• [Task requirements]: Read through the entries below and copy each line where "subplots" turns up.
###
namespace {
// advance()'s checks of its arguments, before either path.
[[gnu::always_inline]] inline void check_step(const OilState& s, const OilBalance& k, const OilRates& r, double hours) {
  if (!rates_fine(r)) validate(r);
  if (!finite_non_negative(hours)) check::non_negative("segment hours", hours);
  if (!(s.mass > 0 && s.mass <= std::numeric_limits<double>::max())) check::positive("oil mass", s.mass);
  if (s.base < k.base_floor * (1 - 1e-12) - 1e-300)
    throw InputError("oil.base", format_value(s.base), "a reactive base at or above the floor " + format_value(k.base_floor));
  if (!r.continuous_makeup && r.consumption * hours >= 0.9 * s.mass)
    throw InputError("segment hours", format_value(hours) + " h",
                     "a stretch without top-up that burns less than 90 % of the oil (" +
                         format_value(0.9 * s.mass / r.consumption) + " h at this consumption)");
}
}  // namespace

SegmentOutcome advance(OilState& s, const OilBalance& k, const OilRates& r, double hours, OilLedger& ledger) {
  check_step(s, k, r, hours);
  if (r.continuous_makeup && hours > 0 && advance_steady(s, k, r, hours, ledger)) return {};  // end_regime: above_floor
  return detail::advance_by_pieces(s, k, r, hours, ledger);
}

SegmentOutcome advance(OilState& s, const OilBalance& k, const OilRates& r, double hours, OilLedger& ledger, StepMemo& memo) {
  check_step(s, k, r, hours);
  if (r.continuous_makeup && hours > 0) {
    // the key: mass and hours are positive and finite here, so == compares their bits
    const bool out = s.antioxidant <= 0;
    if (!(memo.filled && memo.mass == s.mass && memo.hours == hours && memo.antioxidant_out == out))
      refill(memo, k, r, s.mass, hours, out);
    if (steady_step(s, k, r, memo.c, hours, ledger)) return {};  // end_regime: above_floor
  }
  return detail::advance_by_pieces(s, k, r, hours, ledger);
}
###
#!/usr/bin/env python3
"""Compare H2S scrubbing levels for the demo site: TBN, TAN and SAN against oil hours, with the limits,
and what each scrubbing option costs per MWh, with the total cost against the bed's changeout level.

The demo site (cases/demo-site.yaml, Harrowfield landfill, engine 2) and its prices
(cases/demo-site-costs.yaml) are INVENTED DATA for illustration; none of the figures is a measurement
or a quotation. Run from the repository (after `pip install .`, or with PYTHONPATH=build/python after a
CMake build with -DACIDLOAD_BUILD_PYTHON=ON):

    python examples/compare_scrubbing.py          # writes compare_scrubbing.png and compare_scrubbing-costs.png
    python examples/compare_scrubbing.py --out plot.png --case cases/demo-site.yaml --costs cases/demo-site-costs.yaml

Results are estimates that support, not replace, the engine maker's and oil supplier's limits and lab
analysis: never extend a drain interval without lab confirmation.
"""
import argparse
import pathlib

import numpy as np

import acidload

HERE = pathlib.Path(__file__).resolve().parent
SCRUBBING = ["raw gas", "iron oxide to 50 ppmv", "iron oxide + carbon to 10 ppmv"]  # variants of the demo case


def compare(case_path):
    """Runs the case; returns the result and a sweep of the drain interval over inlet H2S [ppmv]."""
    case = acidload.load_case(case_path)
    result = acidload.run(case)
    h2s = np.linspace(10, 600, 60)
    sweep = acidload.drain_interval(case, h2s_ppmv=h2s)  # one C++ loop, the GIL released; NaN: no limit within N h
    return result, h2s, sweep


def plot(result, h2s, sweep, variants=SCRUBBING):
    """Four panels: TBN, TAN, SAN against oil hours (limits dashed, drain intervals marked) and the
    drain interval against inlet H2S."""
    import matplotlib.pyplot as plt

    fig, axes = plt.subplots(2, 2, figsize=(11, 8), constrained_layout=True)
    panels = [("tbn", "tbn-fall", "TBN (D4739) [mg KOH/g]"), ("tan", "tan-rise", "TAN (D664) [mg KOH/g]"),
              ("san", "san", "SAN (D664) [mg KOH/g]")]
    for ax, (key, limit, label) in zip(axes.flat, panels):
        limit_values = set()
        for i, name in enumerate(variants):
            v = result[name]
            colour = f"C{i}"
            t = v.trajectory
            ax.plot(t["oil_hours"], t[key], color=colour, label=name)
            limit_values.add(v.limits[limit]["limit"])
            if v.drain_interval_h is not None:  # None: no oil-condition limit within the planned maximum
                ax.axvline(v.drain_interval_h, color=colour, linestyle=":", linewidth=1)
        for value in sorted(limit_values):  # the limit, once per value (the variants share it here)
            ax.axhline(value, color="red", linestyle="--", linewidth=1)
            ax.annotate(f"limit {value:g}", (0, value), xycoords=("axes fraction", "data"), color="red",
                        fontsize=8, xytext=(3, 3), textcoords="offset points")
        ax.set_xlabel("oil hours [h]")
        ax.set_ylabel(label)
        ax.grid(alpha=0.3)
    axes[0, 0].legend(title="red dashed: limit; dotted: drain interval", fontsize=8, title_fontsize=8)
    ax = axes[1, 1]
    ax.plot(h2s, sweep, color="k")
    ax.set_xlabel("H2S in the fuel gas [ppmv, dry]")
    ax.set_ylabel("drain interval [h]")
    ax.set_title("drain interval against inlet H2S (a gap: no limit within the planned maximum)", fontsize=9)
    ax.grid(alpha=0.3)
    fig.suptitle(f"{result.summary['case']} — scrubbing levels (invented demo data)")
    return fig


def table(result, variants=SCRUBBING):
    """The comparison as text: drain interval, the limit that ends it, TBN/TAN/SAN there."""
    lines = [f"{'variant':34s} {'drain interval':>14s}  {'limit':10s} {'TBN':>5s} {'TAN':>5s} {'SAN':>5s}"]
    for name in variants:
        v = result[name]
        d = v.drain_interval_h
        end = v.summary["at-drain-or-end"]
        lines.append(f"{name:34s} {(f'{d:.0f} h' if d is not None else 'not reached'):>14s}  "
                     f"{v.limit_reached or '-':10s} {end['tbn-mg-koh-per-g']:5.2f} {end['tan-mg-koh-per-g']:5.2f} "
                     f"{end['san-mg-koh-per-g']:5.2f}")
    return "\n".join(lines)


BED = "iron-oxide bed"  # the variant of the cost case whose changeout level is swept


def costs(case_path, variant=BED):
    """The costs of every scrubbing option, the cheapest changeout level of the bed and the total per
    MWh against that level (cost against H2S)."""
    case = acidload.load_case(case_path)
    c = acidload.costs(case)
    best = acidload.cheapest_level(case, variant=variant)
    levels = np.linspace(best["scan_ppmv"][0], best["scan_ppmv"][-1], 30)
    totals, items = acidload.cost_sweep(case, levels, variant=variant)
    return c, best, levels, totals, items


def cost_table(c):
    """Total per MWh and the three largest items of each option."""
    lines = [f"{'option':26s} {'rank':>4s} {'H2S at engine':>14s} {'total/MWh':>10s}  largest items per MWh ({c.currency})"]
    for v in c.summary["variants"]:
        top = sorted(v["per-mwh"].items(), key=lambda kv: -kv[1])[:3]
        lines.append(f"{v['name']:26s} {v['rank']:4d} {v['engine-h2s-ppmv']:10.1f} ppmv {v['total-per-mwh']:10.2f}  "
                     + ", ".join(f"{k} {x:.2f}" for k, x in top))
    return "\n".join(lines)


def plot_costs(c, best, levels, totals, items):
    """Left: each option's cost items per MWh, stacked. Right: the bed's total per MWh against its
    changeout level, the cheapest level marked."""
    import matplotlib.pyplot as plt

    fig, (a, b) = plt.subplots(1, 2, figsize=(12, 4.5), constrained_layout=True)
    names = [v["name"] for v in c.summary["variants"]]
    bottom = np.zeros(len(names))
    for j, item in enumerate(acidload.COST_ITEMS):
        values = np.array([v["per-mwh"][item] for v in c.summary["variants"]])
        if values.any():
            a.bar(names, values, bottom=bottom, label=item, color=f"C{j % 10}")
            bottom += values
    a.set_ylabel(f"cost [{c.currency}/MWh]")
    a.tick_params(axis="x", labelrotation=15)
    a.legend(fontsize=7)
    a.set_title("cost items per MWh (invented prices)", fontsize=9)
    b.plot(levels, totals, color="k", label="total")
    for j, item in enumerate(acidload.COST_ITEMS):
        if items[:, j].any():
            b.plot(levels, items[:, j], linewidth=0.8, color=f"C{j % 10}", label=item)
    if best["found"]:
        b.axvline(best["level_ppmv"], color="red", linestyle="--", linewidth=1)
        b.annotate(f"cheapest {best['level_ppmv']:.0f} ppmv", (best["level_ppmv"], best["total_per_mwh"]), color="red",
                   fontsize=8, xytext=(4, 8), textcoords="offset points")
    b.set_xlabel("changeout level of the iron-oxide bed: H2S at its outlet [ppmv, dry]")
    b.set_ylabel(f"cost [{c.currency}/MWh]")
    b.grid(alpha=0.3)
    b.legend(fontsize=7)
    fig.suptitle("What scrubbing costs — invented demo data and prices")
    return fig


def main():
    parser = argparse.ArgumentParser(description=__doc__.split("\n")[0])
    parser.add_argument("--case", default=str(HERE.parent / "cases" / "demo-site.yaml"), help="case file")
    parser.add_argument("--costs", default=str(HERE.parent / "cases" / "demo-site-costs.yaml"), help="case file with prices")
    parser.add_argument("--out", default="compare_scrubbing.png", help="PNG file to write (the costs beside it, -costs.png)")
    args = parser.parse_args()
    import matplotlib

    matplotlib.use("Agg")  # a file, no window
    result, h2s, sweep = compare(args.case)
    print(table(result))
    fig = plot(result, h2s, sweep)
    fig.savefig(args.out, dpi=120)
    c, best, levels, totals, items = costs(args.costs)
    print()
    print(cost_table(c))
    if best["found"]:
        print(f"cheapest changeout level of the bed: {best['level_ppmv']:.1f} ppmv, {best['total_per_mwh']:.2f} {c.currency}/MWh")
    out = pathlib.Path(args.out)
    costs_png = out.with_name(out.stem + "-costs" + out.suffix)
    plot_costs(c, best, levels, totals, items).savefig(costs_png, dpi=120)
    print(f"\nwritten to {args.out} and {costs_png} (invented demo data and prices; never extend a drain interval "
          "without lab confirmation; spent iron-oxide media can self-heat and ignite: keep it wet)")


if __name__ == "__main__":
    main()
###
• [Completed task]:
    fig, axes = plt.subplots(2, 2, figsize=(11, 8), constrained_layout=True)
    fig, (a, b) = plt.subplots(1, 2, figsize=(12, 4.5), constrained_layout=True)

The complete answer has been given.